Aired August 25, 2004 - 07:00   ET


BILL HEMMER, CNN ANCHOR: Two Russian jetliners crash almost simultaneously. Have terrorists now penetrated that country's air security?
It is over for Amber Frey, at least for now, anyway. What points did Mark Geragos score in his cross-examination?

Kobe Bryant case, two days away from jury selection. The judge now making a ruling on what the public will see.

And at the mercy of the ocean, the fishermen who went through an agonizing ordeal lost at sea. They tell us their story on this AMERICAN MORNING.

ANNOUNCER: From the CNN Broadcast Center in New York, this is AMERICAN MORNING, with Bill Hemmer and Soledad O'Brien.

HEMMER: And good morning, everyone. I'm Bill Hemmer here in New York.

HEIDI COLLINS, CNN ANCHOR: And I'm Heidi Collins, in for Soledad this morning. We have much more coming up, of course, on the crashes of those two passenger planes. We have a live report coming up from Russia on the investigation into what caused the crashes. You see the video there.

The big question, was it terrorism? We're going to talk about that with the former terror investigator for the U.S.

HEMMER: Certainly a lot of questions this morning.
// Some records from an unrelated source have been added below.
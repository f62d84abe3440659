/**
 * A call for help written from the record: situation, background, assessment, request. It is a proposal in plain
 * sentences for the person who raises it to read and change, so it states what was measured and judges nothing
 * beyond the findings. What is not on record is left out, never guessed.
 */
import type { FindingGrade } from '../bedside/codes';
import { isAboutTheDeed } from '../bedside/deed-rules';
import { plain } from '../bedside/numbers';
import type { Reading } from '../bedside/forms';
import type { SessionLine } from '../bedside/views';
import type { Approach, Grade, Rhythm } from '../core/codes';
import { parseRfc3339 } from '../core/instant';
import { localTimeOf, type Zone } from '../core/time';

/** Within how many minutes somebody is needed, proposed for a grade; null where the shift is enough. */
export const NEEDED_WITHIN: Readonly<Record<Grade, number | null>> = { high: 5, medium: 30, low: null };

/** What the nameboard knows of the patient. */
export interface DraftRecord {
	procedure: string | null;
	approach: Approach | null;
	postOpDay: number | null;
	level: number;
	/** On a rate-slowing drug; null when nobody knows. */
	betaBlocked: boolean | null;
	rhythm: Rhythm | null;
	/** How high an arm may be lifted now, degrees; null without a limit. */
	maxElevationDeg: number | null;
}

/** The recorded session that the call is about. */
export type DraftSession = Pick<
	SessionLine,
	'startedAt' | 'endedAt' | 'level' | 'outcome' | 'activities' | 'before' | 'during' | 'after' | 'findings'
>;

export interface EscalationDraft {
	/** A proposal; null without a session, where a person must choose. */
	grade: Grade | null;
	situation: string;
	background: string;
	assessment: string;
	request: string;
}

/** The most characters that one part of a call may have. */
export const PART_MAX = 2000;

/** What is asked for, by grade. */
export const REQUESTS: Readonly<Record<Grade, string>> = {
	high: 'Please come to the bedside now.',
	medium: 'Please come and look within half an hour.',
	low: 'Please look at this during your shift.'
};

/** Write the call. `session` is null when it is not about a recorded one; then only the background is known. */
export function draftEscalation(
	record: DraftRecord,
	session: DraftSession | null,
	zone: Zone
): EscalationDraft {
	const grade = session && proposedGrade(session);
	return {
		grade,
		situation: session ? fitted(situationOf(session, zone)) : '',
		background: fitted(backgroundOf(record)),
		assessment: session ? fitted(assessmentOf(session)) : '',
		request: grade ? REQUESTS[grade] : ''
	};
}

/**
 * High when the patient's own answer stopped the session, medium for whatever else was found or could not be
 * judged, low for a session without a finding. Common practice, no published source.
 */
function proposedGrade({ outcome, findings }: DraftSession): Grade {
	if (findings.some(({ grade, rule }) => grade === 'stop' && !isAboutTheDeed(rule))) {
		return 'high';
	}
	return outcome === 'clear' ? 'low' : 'medium';
}

function situationOf(session: DraftSession, zone: Zone): string[] {
	const [from, to] = [session.startedAt, session.endedAt].map((at) => localTimeOf(parseRfc3339(at), zone));
	const done = session.activities.map(({ name }) => name).join(', ') || 'Session at the bedside';
	const span = from === to ? `at ${from}` : `${from} to ${to}`;
	const what = notBegun(session) ? `Not begun: ${done.toLowerCase()}` : done;
	const head = `${what}, level ${session.level}, ${span}.`;
	const stops = reasonsOf(session, 'stop');
	return [head, ...(stops.length > 0 ? stops : reasonsOf(session, 'caution'))];
}

function backgroundOf(record: DraftRecord): string[] {
	const { procedure, approach, postOpDay, betaBlocked, rhythm, maxElevationDeg } = record;
	const how = approach === 'sternotomy' ? ' by sternotomy' : '';
	const day = postOpDay === null ? '' : `, day ${postOpDay}`;
	return [
		procedure === null ? '' : `${procedure}${how}${day}.`,
		`Level ${record.level}.`,
		DRUG_WORDS[`${betaBlocked}`],
		rhythm === null ? 'Rhythm not known.' : `Rhythm: ${RHYTHM_WORDS[rhythm]}.`,
		maxElevationDeg === null ? '' : `Arms to ${plain(maxElevationDeg)} degrees.`
	];
}

const DRUG_WORDS: Record<`${boolean | null}`, string> = {
	true: 'On a rate-slowing drug.',
	false: 'No rate-slowing drug.',
	null: 'Rate-slowing drug not known.'
};

const RHYTHM_WORDS: Record<Rhythm, string> = {
	sinus: 'sinus',
	'atrial-fibrillation': 'atrial fibrillation',
	paced: 'paced',
	other: 'other than sinus'
};

/** The readings in order, then what the situation does not say already. */
function assessmentOf(session: DraftSession): string[] {
	const { before, during, after } = session;
	const stopped = reasonsOf(session, 'stop').length > 0;
	return [
		`Before: ${readingWords(before)}.`,
		...during.map((reading, index) => `In effort (${index + 1}): ${readingWords(reading)}.`),
		...(notBegun(session) ? [] : [`After: ${readingWords(after)}.`]),
		...(stopped ? reasonsOf(session, 'caution') : []),
		...missingOf(session)
	];
}

/** What stopped before anything was begun has nothing to tell of effort, and nothing of it is missing. */
function notBegun({ during, after, findings }: DraftSession): boolean {
	const barred = findings.some(({ grade, reading }) => grade === 'stop' && reading === 'before');
	return barred && during.length === 0 && readingWords(after) === NOT_MEASURED;
}

const NOT_MEASURED = 'not measured';

/** `sitting, 108/66 mmHg, pulse 86, saturation 95 %`; what was not measured is left out. */
export function readingWords(reading: Reading): string {
	const { posture, sbp, dbp, hr, spo2, rr, rpe, pain, oxygenLpm } = reading;
	const values = [
		sbp != null ? `${plain(sbp)}/${dbp == null ? '–' : plain(dbp)} mmHg` : '',
		hr != null ? `pulse ${plain(hr)}` : '',
		spo2 != null ? `saturation ${plain(spo2)} %` : '',
		rr != null ? `breathing ${plain(rr)}/min` : '',
		rpe != null ? `exertion ${plain(rpe)} of 20` : '',
		pain != null ? `pain ${plain(pain)} of 10` : '',
		oxygenLpm != null ? `oxygen ${plain(oxygenLpm)} L/min` : ''
	].filter(Boolean);
	return values.length === 0 ? NOT_MEASURED : [posture, ...values].filter(Boolean).join(', ');
}

function reasonsOf({ findings }: DraftSession, grade: FindingGrade): string[] {
	return findings.filter((finding) => finding.grade === grade).map(({ reason }) => reason);
}

/** What was not measured: the reader must not take it as normal. Other notes stand in the background already. */
function missingOf(session: DraftSession): string[] {
	return session.findings
		.filter(({ rule, grade }) => rule === 'reading-missing' && grade === 'note')
		.filter(({ reading }) => reading === 'before' || !notBegun(session))
		.map(({ reason }) => reason);
}

/** Whole sentences while they fit; what does not is left to the session itself, and a mark says so. */
function fitted(sentences: readonly string[]): string {
	const more = ' More in the session.';
	let text = '';
	for (const sentence of sentences.filter(Boolean)) {
		const longer = text === '' ? sentence : `${text} ${sentence}`;
		if (longer.length > PART_MAX - more.length) {
			return `${text}${more}`;
		}
		text = longer;
	}
	return text;
}
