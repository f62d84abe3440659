import type { Person } from '../access/actor';
import { can } from '../access/can';
import { isOpenTo, type Held } from './holding';
import type { EscalationMove } from './states';
import type { EscalationView } from './views';

type Facts = Pick<
	EscalationView,
	| 'state'
	| 'grade'
	| 'unitId'
	| 'holder'
	| 'passTo'
	| 'raisedBy'
	| 'otherCallers'
	| 'arrivedAt'
	| 'askedAt'
	| 'next'
	| 'informed'
>;

/**
 * What this person can do about an escalation as it stands, most pressing first; the server decides it once more.
 * Once the holder is at the bedside there is nothing to say about arriving.
 */
export function movesFor(facts: Facts, person: Person): EscalationMove[] {
	const subject = { unitId: facts.unitId };
	const moves: EscalationMove[] = can(person, 'escalation.take', subject) ? takersMoves(facts, person) : [];
	const open = facts.state === 'raised' || facts.state === 'taken';
	const own = facts.raisedBy.id === person.id && facts.otherCallers.length === 0;
	if (open && own && can(person, 'escalation.withdraw', subject)) {
		moves.push('withdraw');
	}
	return moves;
}

function takersMoves(facts: Facts, person: Person): EscalationMove[] {
	const { state, holder, passTo } = facts;
	if (state === 'raised') {
		return ['take'];
	}
	if (state === 'settled') {
		return facts.grade === 'high' && facts.informed === null ? ['inform'] : [];
	}
	if (state !== 'taken') {
		return [];
	}
	if (passTo?.id === person.id) {
		return ['confirm'];
	}
	const anew: EscalationMove[] = isOpenTo(heldOf(facts), person.id) ? ['take'] : [];
	return holder?.id === person.id ? [...anew, ...holdersMoves(facts)] : anew;
}

function holdersMoves({ arrivedAt }: Facts): EscalationMove[] {
	return arrivedAt === null ? ['arrive', 'eta', 'pass', 'settle'] : ['settle', 'pass'];
}

/** The rule about taking anew, asked of a view: a next step beside a holder means that others are sought. */
function heldOf({ state, holder, askedAt, next }: Facts): Held {
	return {
		state,
		takenBy: holder?.id ?? null,
		holderAskedAt: askedAt === null ? null : Date.parse(askedAt),
		nextStepAt: next === null ? null : Date.parse(next.at)
	};
}
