import type { EscalationState, Grade, Post } from '../core/codes';

export interface EscalationView {
	id: string;
	episodeId: string;
	unit: string;
	bed: string | null;
	patientName: string;
	grade: Grade;
	state: EscalationState;
	situation: string;
	background: string;
	assessment: string;
	request: string;
	neededBy: string | null;
	sessionId: string | null;
	threadId: string | null;
	raisedBy: { id: string; name: string; role: string };
	raisedAt: string;
	holder: { id: string; name: string } | null;
	takenAt: string | null;
	etaMinutes: number | null;
	arrivedAt: string | null;
	passTo: { id: string; name: string } | null;
	endedBy: { id: string; name: string } | null;
	endedAt: string | null;
	outcome: string | null;
	note: string | null;
	informed: string | null;
	recheckDueAt: string | null;
	/** Who was told, by which channel and when; `name` is null where nobody was on cover for the post. */
	steps: {
		step: number;
		post: Post;
		name: string | null;
		channel: 'sms' | null;
		at: string;
		message: string | null;
	}[];
	/** Who is told next and when; null once somebody has it. */
	next: { step: number; posts: readonly Post[]; at: string } | null;
	/** Everybody was told and nobody took it. */
	chainSpent: boolean;
	moves: { at: string; by: string | null; kind: string }[];
}

/** What an SMS link shows to whoever holds it: unit, bed, grade, state. Never a name, never a reading. */
export interface PhoneEscalation {
	id: string;
	unit: string;
	bed: string | null;
	grade: Grade;
	state: EscalationState;
	raisedAt: string;
	raisedByRole: string;
	/** The holder's name, so that a second reader knows that somebody goes. */
	holder: string | null;
	/** True when the holder is the person of this link. */
	mine: boolean;
	usable: boolean;
	steps: { afterSeconds: number; posts: readonly Post[]; told: boolean }[];
}
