import type { IncomingMessage } from 'node:http';
import type { KeptForm } from '$lib/domain/accounts/kept';
import type { Context } from '$lib/server/context';

declare global {
	namespace App {
		interface Locals {
			/** Who asks, when and from where. */
			context: Context;
			/** The sign-in behind the cookie; null for programs and for nobody. */
			signInId: string | null;
			/** Is the sign-in or token of this request good at the moment of asking? For what outlives a request. */
			credentialStillGood: () => Promise<boolean>;
			requestId: string;
			/** A form of this request that found nobody signed in, and that no script has sent: it is answered by a sign-in. */
			kept?: KeptForm;
			/** The language of a page that is not read in the one that its reader chose, such as a patient's own. */
			language?: string;
			/** The live log's cursor from before the page was read. */
			liveCursor: number;
		}
		interface Platform {
			/** The request as Node has it; only the built server hands it over. */
			req?: IncomingMessage;
		}
		interface Error {
			message: string;
			/** The stable code of a problem, where it is one. */
			code?: string;
			/** To quote when something went wrong on our side. */
			id?: string;
		}
	}
}

export {};
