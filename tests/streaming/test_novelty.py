"""Novelty: silent on the same regime at its stated rate, and loud within one block of another one."""

from __future__ import annotations

import numpy as np
import pytest

from streaming import SnapshotStream
from streaming.novelty import ALARM_LEVEL, COLUMNS
from tests.streaming.conftest import MakeStream

OUTSIDE, OUTSIDE_LIMIT, DISTANCE, DISTANCE_LIMIT = range(len(COLUMNS))


def regime(n: int, seed: int = 5) -> np.ndarray:
    """Three structures with independent Gaussian amplitudes, in white noise, (n, 80)."""
    structures, _ = np.linalg.qr(np.random.default_rng(0).standard_normal((80, 3)))
    rng = np.random.default_rng(seed)
    out: np.ndarray = (rng.standard_normal((n, 3)) * [30, 20, 12]) @ structures.T + rng.standard_normal((n, 80))
    return out


@pytest.fixture
def learnt(make_stream: MakeStream) -> SnapshotStream:
    stream = make_stream(80, retained_rank=8, criterion={"n_modes": 3})
    stream.absorb(regime(6400))
    return stream


def test_false_alarms_come_at_their_stated_rate(learnt: SnapshotStream) -> None:
    _, rows = learnt.novelty()
    late = rows[1600:]
    for value, limit in ((OUTSIDE, OUTSIDE_LIMIT), (DISTANCE, DISTANCE_LIMIT)):
        assert (late[:, value] > late[:, limit]).mean() < 3 * ALARM_LEVEL
        assert np.quantile(late[:, value], 1 - ALARM_LEVEL) > 0.8 * late[-1, limit]


def test_nothing_is_known_at_first(learnt: SnapshotStream) -> None:
    _, rows = learnt.novelty()
    assert np.isnan(rows[:80, OUTSIDE_LIMIT]).all()
    assert np.isnan(rows[:16, DISTANCE]).all()
    assert np.isfinite(rows[200:]).all()


@pytest.mark.parametrize(
    ("name", "column"), [("dead tap", OUTSIDE), ("new structure", OUTSIDE), ("stronger flow", DISTANCE)]
)
def test_a_change_shows_within_one_block(learnt: SnapshotStream, name: str, column: int) -> None:
    changed = regime(16, seed=77)
    if name == "dead tap":
        changed[:, 11] = 40.0
    elif name == "new structure":
        changed += 25.0 * np.sin(np.arange(80)) * np.random.default_rng(1).choice([-1.0, 1.0], (16, 1))
    else:
        changed *= 3.0
    learnt.absorb(changed)
    _, rows = learnt.novelty()
    last = rows[-16:]
    assert (last[:, column] > last[:, column + 1]).mean() > 0.3


def test_a_limit_after_ten_blocks_is_of_use(make_stream: MakeStream) -> None:
    """The first block, which the empty basis does not foresee at all, must not count as usual."""
    stream = make_stream(80, retained_rank=8, criterion={"n_modes": 3})
    stream.absorb(regime(160))
    _, rows = stream.novelty()
    assert rows[-1, OUTSIDE_LIMIT] < 2.5 * np.median(rows[-16:, OUTSIDE])


def test_an_alarm_does_not_teach_the_limit(learnt: SnapshotStream) -> None:
    changed = regime(16 * 12, seed=78)
    changed[:, 11] += 300.0 * np.random.default_rng(2).choice([-1.0, 1.0], len(changed))
    _, before = learnt.novelty()
    learnt.absorb(changed)
    _, after = learnt.novelty()
    assert after[-1, OUTSIDE_LIMIT] < 2.0 * before[-1, OUTSIDE_LIMIT]
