class TestAgainstDenseSvd:
    """scipy.linalg.svd of the weighted, centred snapshots is the oracle."""

    @pytest.mark.parametrize("batch", [1, 3, 10, 37, 90])
    def test_equal_when_nothing_is_truncated(self, make_stream: MakeStream, batch: int) -> None:
        x = decaying(90, 150, 0.93)
        weights = np.random.default_rng(0).uniform(0.5, 2.0, 150)
        stream = feed(make_stream(150, weights, retained_rank=120, block_length=16), x, batch)
        _, values, right = svd(np.sqrt(weights) * (x - x.mean(axis=0)), full_matrices=False)
        np.testing.assert_allclose(stream.singular_values()[:89], values[:89], rtol=VALUES)
        modes = stream.modes(20)[:, 0] * np.sqrt(weights)
        assert subspace_angles(modes.T, right[:20].T).max() < VALUES
        np.testing.assert_allclose(stream.mean()[0], x.mean(axis=0), atol=1e-13)

    def test_modes_are_orthonormal_in_the_weighted_inner_product(self, make_stream: MakeStream) -> None:
        weights = np.linspace(0.2, 3.0, 150)
        stream = feed(make_stream(150, weights, retained_rank=40), decaying(90, 150, 0.9), 11)
        modes = stream.modes()[:, 0]
        np.testing.assert_allclose((modes * weights) @ modes.T, np.eye(len(modes)), atol=1e-12)

    def test_coefficients_rebuild_the_fluctuations(self, make_stream: MakeStream) -> None:
        x = decaying(90, 150, 0.9)
        stream = feed(make_stream(150, retained_rank=120, block_length=16), x, 7)
        times, coefficients = stream.coefficients()
        rebuilt = np.tensordot(coefficients, stream.modes()[:, 0], axes=1) + stream.mean()[0]
        np.testing.assert_allclose(rebuilt, x, atol=1e-11)
        np.testing.assert_array_equal(times, np.arange(90.0))

    def test_several_fields_and_unit_variance(self, make_stream: MakeStream) -> None:
        rng = np.random.default_rng(5)
        x = rng.standard_normal((60, 2, 40)) * np.array([1.0, 1e4])[:, None]
        fields = [{"name": "u", "unit": "m/s"}, {"name": "p", "unit": "Pa"}]
        stream = make_stream(40, fields=fields, scaling="unit-variance", retained_rank=70, block_length=60)
        stream.absorb(x)
        stream.close()
        centred = x - x.mean(axis=0)
        scaled = centred / np.sqrt((centred**2).mean(axis=(0, 2)))[:, None]
        values = svd(scaled.reshape(60, 80), compute_uv=False)
        np.testing.assert_allclose(stream.singular_values()[:59], values[:59], rtol=VALUES)

    def test_float32_keeps_its_own_precision(self, make_stream: MakeStream) -> None:
        x = decaying(90, 150, 0.93).astype(np.float32)
        stream = feed(make_stream(150, dtype="float32", retained_rank=120, block_length=16), x, 9)
        values = svd(x.astype(float) - x.mean(axis=0, dtype=float), compute_uv=False)
        np.testing.assert_allclose(stream.singular_values()[:60], values[:60], rtol=3e-4)
        np.testing.assert_allclose(stream.singular_values()[:10], values[:10], rtol=1e-5)


class TestSplitsAndOddBlocks:
    def test_the_split_into_batches_does_not_change_a_bit(self, make_stream: MakeStream) -> None:
        x = decaying(130, 300, 0.97)
        streams = [feed(make_stream(300, retained_rank=12), x, batch) for batch in (1, 5, 24, 130)]
        for other in streams[1:]:
            np.testing.assert_array_equal(other.modes(), streams[0].modes())
            np.testing.assert_array_equal(other.singular_values(), streams[0].singular_values())

    def test_fewer_snapshots_than_the_rank(self, make_stream: MakeStream) -> None:
        x = decaying(5, 50, 0.5)
        stream = feed(make_stream(50, retained_rank=20), x, 2)
        values = svd(x - x.mean(axis=0), compute_uv=False)
        np.testing.assert_allclose(stream.singular_values()[:4], values[:4], rtol=VALUES)

    def test_a_single_snapshot(self, make_stream: MakeStream) -> None:
        stream = feed(make_stream(50, retained_rank=20), decaying(1, 50, 0.5), 1)
        assert stream.n_applied == 1
        assert stream.singular_values().size == 0

    def test_blocks_of_zeros_and_repeats_add_no_direction(self, make_stream: MakeStream) -> None:
        x = np.zeros((60, 30))
        x[20:40] = decaying(20, 30, 0.7)
        x[40:] = x[39]
        stream = feed(make_stream(30, retained_rank=25, block_length=20), x, 20)
        values = svd(x - x.mean(axis=0), compute_uv=False)
        np.testing.assert_allclose(stream.singular_values()[:5], values[:5], rtol=VALUES)
        assert stream.repeated_snapshots == 39

    def test_more_snapshots_than_rows(self, make_stream: MakeStream) -> None:
        x = decaying(400, 12, 0.8)
        stream = feed(make_stream(12, retained_rank=40), x, 33)
        values = svd(x - x.mean(axis=0), compute_uv=False)
        np.testing.assert_allclose(stream.singular_values(), values, rtol=VALUES)

    def test_a_large_mean_costs_no_digits(self, make_stream: MakeStream) -> None:
        x = decaying(90, 150, 0.9)
        stream = feed(make_stream(150, retained_rank=120, block_length=16), x + 1e6, 9)
        values = svd(x - x.mean(axis=0), compute_uv=False)
        np.testing.assert_allclose(stream.singular_values()[:20], values[:20], rtol=1e-7)
        np.testing.assert_allclose(stream.mean()[0] - 1e6, x.mean(axis=0), atol=1e-8)
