"""All tolerances of the engine's tests, from eps of the dtype and what the algorithm promises."""

from __future__ import annotations

import numpy as np

from streaming.update import GRAM_CONDITION

VALUES = 1e-10  # relative, singular values in float64 when nothing is truncated
CLOSED_FORM = 1e-10
DISCRETE_SPECTRUM = 1e-12


def orthonormality(dtype: str) -> float:
    """Largest entry of U U' - 1 that the rule for trusting a Gram matrix allows."""
    return 2.0 * GRAM_CONDITION[dtype] * float(np.finfo(dtype).eps)
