"""One block update: each fast path gives the general path's result, and the rows follow the small space."""

from __future__ import annotations

import math

import numpy as np
import pytest
from scipy.linalg import subspace_angles

from streaming.probes import N_PROBES, rademacher
from streaming.tall import TallRows
from streaming.update import GRAM_CONDITION, update_from_factor, update_from_gram


def rows_with(decay: float, n_rows: int = 3000, n: int = 20, seed: int = 6) -> np.ndarray:
    rng = np.random.default_rng(seed)
    structures, _ = np.linalg.qr(rng.standard_normal((n_rows, n)))
    amplitudes, _ = np.linalg.qr(rng.standard_normal((n, n)))
    out: np.ndarray = (amplitudes * decay ** np.arange(n)) @ structures.T
    return out


def filled(snapshots: np.ndarray, dtype: str = "float64", max_rank: int = 8) -> TallRows:
    tall = TallRows(snapshots.shape[1], max_rank, len(snapshots), dtype, None)
    tall.put(0, snapshots.astype(dtype))
    return tall


class TestPaths:
    @pytest.mark.parametrize("decay", [0.95, 0.7])
    def test_gram_and_factor_agree(self, decay: float) -> None:
        x = rows_with(decay)
        tall = filled(x)
        gram, _ = tall.project(20)
        fast = update_from_gram(np.zeros(0), gram, 8, "float64", math.inf)
        general = update_from_factor(np.zeros(0), tall.factor(20), 8, "float64")
        assert fast is not None
        np.testing.assert_allclose(fast.singular_values, general.singular_values, rtol=1e-10)
        np.testing.assert_allclose(fast.discarded_energy, general.discarded_energy, rtol=1e-10)
        angle = subspace_angles((fast.transform @ x).T, (general.transform @ x).T).max()
        assert angle < 1e-9

    def test_the_gram_matrix_is_refused_when_squaring_costs_too_much(self) -> None:
        for decay, trusted in ((0.9, True), (0.3, False)):
            gram, _ = filled(rows_with(decay)).project(20)
            found = update_from_gram(np.zeros(0), gram, 8, "float64", GRAM_CONDITION["float64"])
            assert (found is not None) is trusted

    def test_an_ill_conditioned_block_keeps_its_digits(self) -> None:
        """Singular values over 14 decades, from rows whose Gram matrix holds 8 of them."""
        tall = filled(rows_with(0.2))
        step = update_from_factor(np.zeros(0), tall.factor(20), 20, "float64")
        exact = 0.2 ** np.arange(20)
        np.testing.assert_allclose(step.singular_values[:8], exact[:8], rtol=1e-9)

    def test_double_products_of_float32_rows(self) -> None:
        x = rows_with(0.5).astype(np.float32)
        exact = np.linalg.svd(x.astype(float), compute_uv=False)
        step = update_from_gram(np.zeros(0), filled(x, "float32").gram_in_double(20), 8, "float32", math.inf)
        assert step is not None
        np.testing.assert_allclose(step.singular_values, exact[:8], rtol=1e-8)


class TestRows:
    def test_basis_coordinates_and_carried_vectors(self) -> None:
        first, second = rows_with(0.9), rows_with(0.8, seed=7)
        tall = filled(first)
        gram, probed = tall.project(20)
        one = update_from_factor(np.zeros(0), tall.factor(20), 8, "float64")
        tall.learn(one.transform, probed)
        old = tall.export(0)["basis"].copy()
        tall.put(0, second)
        gram, seen = tall.project(20)
        np.testing.assert_allclose(seen, second @ rademacher(3000, float).T, atol=1e-10)
        two = update_from_gram(one.singular_values, gram, 8, "float64", math.inf)
        assert two is not None
        tall.learn(two.transform, seen)
        new = tall.export(0)["basis"]
        np.testing.assert_allclose(new @ new.T, np.eye(8), atol=1e-10)
        np.testing.assert_allclose(two.coordinates, second @ new.T, atol=1e-9)
        np.testing.assert_allclose(two.carried, new @ old.T, atol=1e-9)

    def test_a_bent_basis_is_made_straight(self) -> None:
        tall = filled(rows_with(0.9))
        tall.rotate(np.eye(8, 20) + 1e-3)
        tall.orthonormalise()
        basis = tall.export(0)["basis"]
        np.testing.assert_allclose(basis @ basis.T, np.eye(8), atol=1e-13)

    def test_many_panels_are_one_array(self) -> None:
        rng = np.random.default_rng(0)
        x = rng.standard_normal((6, 150_001))
        tall = TallRows(150_001, 4, 6, "float64", None)
        tall.put(0, x[:2])
        tall.put(2, x[2:])
        np.testing.assert_array_equal(tall.export(6)["waiting"], x)
        gram, _ = tall.project(6)
        np.testing.assert_allclose(gram, x @ x.T, rtol=1e-12)


class TestProbes:
    def test_signs_are_fair_and_always_the_same(self) -> None:
        probes = rademacher(20_001, np.float32)
        assert probes.shape == (N_PROBES, 20_001)
        assert set(np.unique(probes)) == {-1.0, 1.0}
        np.testing.assert_array_equal(probes[:, :5000], rademacher(5000, np.float32))
        gram = probes.astype(float) @ probes.T / 20_001
        assert np.abs(gram - np.eye(N_PROBES)).max() < 5 / np.sqrt(20_001)

    def test_squared_norms_are_seen_without_bias(self) -> None:
        vectors = np.random.default_rng(2).standard_normal((400, 500))
        seen = ((vectors @ rademacher(500, float).T) ** 2).mean(axis=1)
        ratio = seen / (vectors**2).sum(axis=1)
        assert abs(ratio.mean() - 1) < 0.1
        assert 0.2 < ratio.std() < 0.5  # sqrt(2 / 16) = 0.35 for sixteen probes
HEMMER: Also in a moment here, we'll talk to Brigadier General Janis Karpinski about two reports, one released yesterday, one coming out today. We'll get her reaction and conclusions, setting (ph) that commanders bear direct responsibility for the abuses there at the prison west of Baghdad.

COLLINS: Jack Cafferty joining us now. Good morning.

JACK CAFFERTY, CNN ANCHOR: Good morning, Heidi.

So we got this war in Iraq, and we've got the economy, and we've got 50 million Americans that don't have any health insurance, and we've got prescription drug prices, and we've got jobs, and we've got deficits. Why is this campaign mired in a tedious discussion about the Vietnam War? It's very sad, I think. We'll look at it in a minute.

HEMMER: All right, thanks, Jack, thanks for that.

First off, straightaway to Carol Costello at the CNN Center, watching the headlines this morning.

Carol, good morning there.

CAROL COSTELLO, CNN ANCHOR: Good morning, Bill. Thank you.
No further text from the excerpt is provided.